Tous les albums des Apartments ne sont, eux, pas disponibles sur Spotify; et en Europe, vous collaborez avec le petit label indépendant Microcultures. Vous êtes dans un sens old fashion…

Je suis old school, comme la scène indie le fut à une époque. Avec Microcultures, ce qui s’est passé, c’est que j’avais cet album prêt à être enregistré, No Song, No Spell, No Madrigal. Je pensais le sortir, et que ce serait la dernière chose que je ferais. Car je devais le publier. Pour moi, cette collection était un moyen d’honorer mon fils; j’avais écrit ces chansons, et si personne ne pouvait les écouter, il n’y aurait pas de souvenirs de la vie de mon fils.

Les chansons de «No Song, No Spell, No Madrigal» sont en effet extrêmement personnelles et intimes.
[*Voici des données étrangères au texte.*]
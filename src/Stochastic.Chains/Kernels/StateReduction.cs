namespace Stochastic.Chains.Kernels;

/// <summary>
/// State reduction (Grassmann, Taksar and Heyman 1985; Sheskin 1985): elimination of the first states of a table of non-negative rates,
/// whose pivots are sums of the remaining rates of a row. Only additions, products and quotients of non-negative numbers occur.
/// </summary>
internal static class StateReduction
{
    /// <summary>Tables with fewer columns gain nothing from bands.</summary>
    private const int SmallestTable = 12;

    /// <summary>
    /// Eliminates the states 0..pivots-1 of a row-major table in ascending order. For each state k: the pivot s_k is the sum of the entries
    /// right of the diagonal, the factor of each row i below is L_ik = a_ik / s_k, kept in place of a_ik, and L_ik·a_kj is added to each
    /// a_ij with j right of k. On return the table holds factors below and rates at elimination time above its diagonal. The diagonal is
    /// never used; it is overwritten.
    /// </summary>
    /// <param name="table">Rates: row = from, column = to; not less than pivots rows and columns. Columns beyond the pivots are exits, targets
    /// or kept states, rows beyond them kept states.</param>
    /// <param name="rows">Number of rows.</param>
    /// <param name="columns">Number of columns.</param>
    /// <param name="pivots">Number of states to eliminate.</param>
    /// <param name="sums">Receives the pivots.</param>
    /// <param name="threads">Threads to share the work; the result does not depend on it.</param>
    /// <param name="instructions">The vectors to use.</param>
    /// <param name="cancellation">Looked at between pieces of at most some milliseconds.</param>
    /// <returns>False when a product or quotient of nonzero numbers could have left the normal range of doubles, or a pivot is zero; the
    /// table is then half done and the caller has to start again in extended range.</returns>
    /// <exception cref="OperationCanceledException">Cancellation was requested.</exception>
    internal static bool Eliminate(
        MatrixView table, int rows, int columns, int pivots, double[] sums, int threads, InstructionSet instructions,
        CancellationToken cancellation)
    {
        var sharing = new WorkSharing(threads, cancellation);
        var kept = instructions switch
        {
            _ when columns < SmallestTable => StepReduction.Eliminate(table, rows, columns, 0, pivots, sums, cancellation),
            _ => InstructionSets.Resolve(instructions) switch
            {
                InstructionSet.Vector512 => Eliminate<TileKernel512>(table, rows, columns, pivots, sums, sharing),
                InstructionSet.Vector256 => Eliminate<TileKernel256>(table, rows, columns, pivots, sums, sharing),
                _ => Eliminate<TileKernelPortable>(table, rows, columns, pivots, sums, sharing),
            },
        };
        return kept && KeptEntriesAreFinite(table, rows, columns, pivots);
    }

    private static bool Eliminate<TKernel>(MatrixView table, int rows, int columns, int pivots, double[] sums, WorkSharing sharing)
        where TKernel : struct, ITileKernel
    {
        if (columns < BlockReduction<TKernel>.SmallestTable)
        {
            return RowReduction<TKernel>.Eliminate(table, rows, columns, 0, pivots, sums, sharing.Cancellation);
        }

        using var reduction = new BlockReduction<TKernel>(table, rows, columns, sums, sharing);
        return reduction.Eliminate(pivots);
    }

    /// <summary>What overflowed anywhere else shows in a pivot or a factor.</summary>
    private static bool KeptEntriesAreFinite(MatrixView table, int rows, int columns, int pivots)
    {
        for (var row = pivots; row < rows; row++)
        {
            for (var column = pivots; column < columns; column++)
            {
                if (column != row && !double.IsFinite(table[row, column]))
                {
                    return false;
                }
            }
        }

        return true;
    }
}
Etait-ce difficile au début de les jouer face à un public ne connaissant pas forcément la tragédie que vous aviez vécue?

J’ai un jour dit à un ami très proche que je n’avais pas le droit de faire ça; pourquoi ma vie continuait alors que celle de mon fils s’était arrêtée? Et il m’a répondu qu’il fallait que je le fasse, car c’est ce que je suis. C’est un homme très sage, adorable, et je l’ai écouté. Et c’est ce que je fais depuis: j’essaie d’aller de l’autre côté de quelque chose, je ne sais pas trop quoi. Ce n’est peut-être pas une très bonne explication, mais voilà.
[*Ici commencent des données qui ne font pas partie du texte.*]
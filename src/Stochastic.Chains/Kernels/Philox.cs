namespace Stochastic.Chains.Kernels;

/// <summary>
/// The counter-based generator Philox 4×32 with ten rounds: a bijection of 128 bits that a key of 64 bits selects. Block number n of a stream is found
/// without the blocks before it. Source: Salmon, Moraes, Dror and Shaw (2011), Parallel random numbers: as easy as 1, 2, 3, Proc. SC11.
/// </summary>
internal static class Philox
{
    private const int Rounds = 10;
    private const uint FirstMultiplier = 0xD2511F53;
    private const uint SecondMultiplier = 0xCD9E8D57;
    private const uint FirstKeyStep = 0x9E3779B9; // the golden ratio
    private const uint SecondKeyStep = 0xBB67AE85; // √3 − 1

    /// <summary>The 128 bits that belong to a counter and a key; words of 32 bits count from the low end.</summary>
    internal static (ulong Low, ulong High) Block(ulong counterLow, ulong counterHigh, ulong key)
    {
        var (c0, c1, c2, c3) = ((uint)counterLow, (uint)(counterLow >> 32), (uint)counterHigh, (uint)(counterHigh >> 32));
        var (k0, k1) = ((uint)key, (uint)(key >> 32));
        for (var round = 0; round < Rounds; round++)
        {
            var first = (ulong)FirstMultiplier * c0;
            var second = (ulong)SecondMultiplier * c2;
            (c0, c1, c2, c3) = ((uint)(second >> 32) ^ c1 ^ k0, (uint)second, (uint)(first >> 32) ^ c3 ^ k1, (uint)first);
            unchecked
            {
                (k0, k1) = (k0 + FirstKeyStep, k1 + SecondKeyStep);
            }
        }

        return (c0 | ((ulong)c1 << 32), c2 | ((ulong)c3 << 32));
    }
}
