namespace Stochastic.Chains.Kernels;

/// <summary>
/// Scales a matrix by a diagonal similarity D⁻¹ A D until rows and columns are of like size, D holding powers of two, so that no
/// entry is rounded unless it falls below the normal range (Parlett and Reinsch 1969).
/// </summary>
/// <remarks>
/// It helps eigenvalues of badly scaled matrices and costs little. It can also harm: where small entries are rounding noise, and for
/// vectors, whose residual in the original scale grows with the spread of D (James, Langou and Lowery 2014, On matrix balancing and
/// eigenvector computation). Hence the choice is the caller's.
/// </remarks>
internal static class Balancing
{
    private const double WorthwhileGain = 0.95;
    private const int MostPasses = 64;
    private const int LargestExponent = 400;

    /// <summary>
    /// Balances a row-major matrix in place and returns the exponents e of D = diag(2^e), between −400 and 400. Each pass is O(n²);
    /// each change lowers the sum of the off-diagonals by a twentieth of its row and column, and there are at most 64 passes.
    /// </summary>
    internal static int[] Apply(Span<double> matrix, int order)
    {
        var exponents = new int[order];
        for (var pass = 0; pass < MostPasses; pass++)
        {
            var isChanged = false;
            for (var index = 0; index < order; index++)
            {
                isChanged |= TryScale(matrix, order, index, ref exponents[index]);
            }

            if (!isChanged)
            {
                break;
            }
        }

        return exponents;
    }

    private static bool TryScale(Span<double> matrix, int order, int index, ref int exponent)
    {
        var (rowSum, columnSum) = (0.0, 0.0);
        for (var other = 0; other < order; other++)
        {
            if (other != index)
            {
                rowSum += Math.Abs(matrix[(index * order) + other]);
                columnSum += Math.Abs(matrix[(other * order) + index]);
            }
        }

        if (rowSum == 0 || columnSum == 0)
        {
            return false;
        }

        var change = (int)Math.Round((Math.Log2(rowSum) - Math.Log2(columnSum)) / 2);
        change = Math.Clamp(exponent + change, -LargestExponent, LargestExponent) - exponent;
        if (change == 0 || Math.ScaleB(columnSum, change) + Math.ScaleB(rowSum, -change) >= WorthwhileGain * (rowSum + columnSum))
        {
            return false;
        }

        exponent += change;
        for (var other = 0; other < order; other++)
        {
            if (other != index)
            {
                ref var inRow = ref matrix[(index * order) + other];
                ref var inColumn = ref matrix[(other * order) + index];
                inRow = Math.ScaleB(inRow, -change);
                inColumn = Math.ScaleB(inColumn, change);
            }
        }

        return true;
    }
}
Vous dites que vous ne choisissez pas les chansons, que ce sont les chansons qui vous choisissent. Vous attendez qu’une idée surgisse et à partir de là vous élaborez un morceau?

C’est exactement ça! J’aimerais pouvoir être un songwriter plus discipliné, mais j’ai encore une chance de changer, qui sait… J’ai toujours admiré des gens comme Burt Bacharach et Hal David, qui pouvaient s’enfermer dans une salle du Brill Building – à une époque où il y avait des songwriters qui composaient des hits pour les autres – et étaient capables en une journée de composer un morceau pouvant émouvoir toutes les personnes possédant un cœur. Nick Cave a un bureau: il y va pour 9 heures et il le quitte à 17 heures. Le peintre américain Chuck Close a dit, lui, que si vous attendez l’inspiration, vous ne travaillez pas. Eh bien, disons que cela fait un moment que je suis au chômage.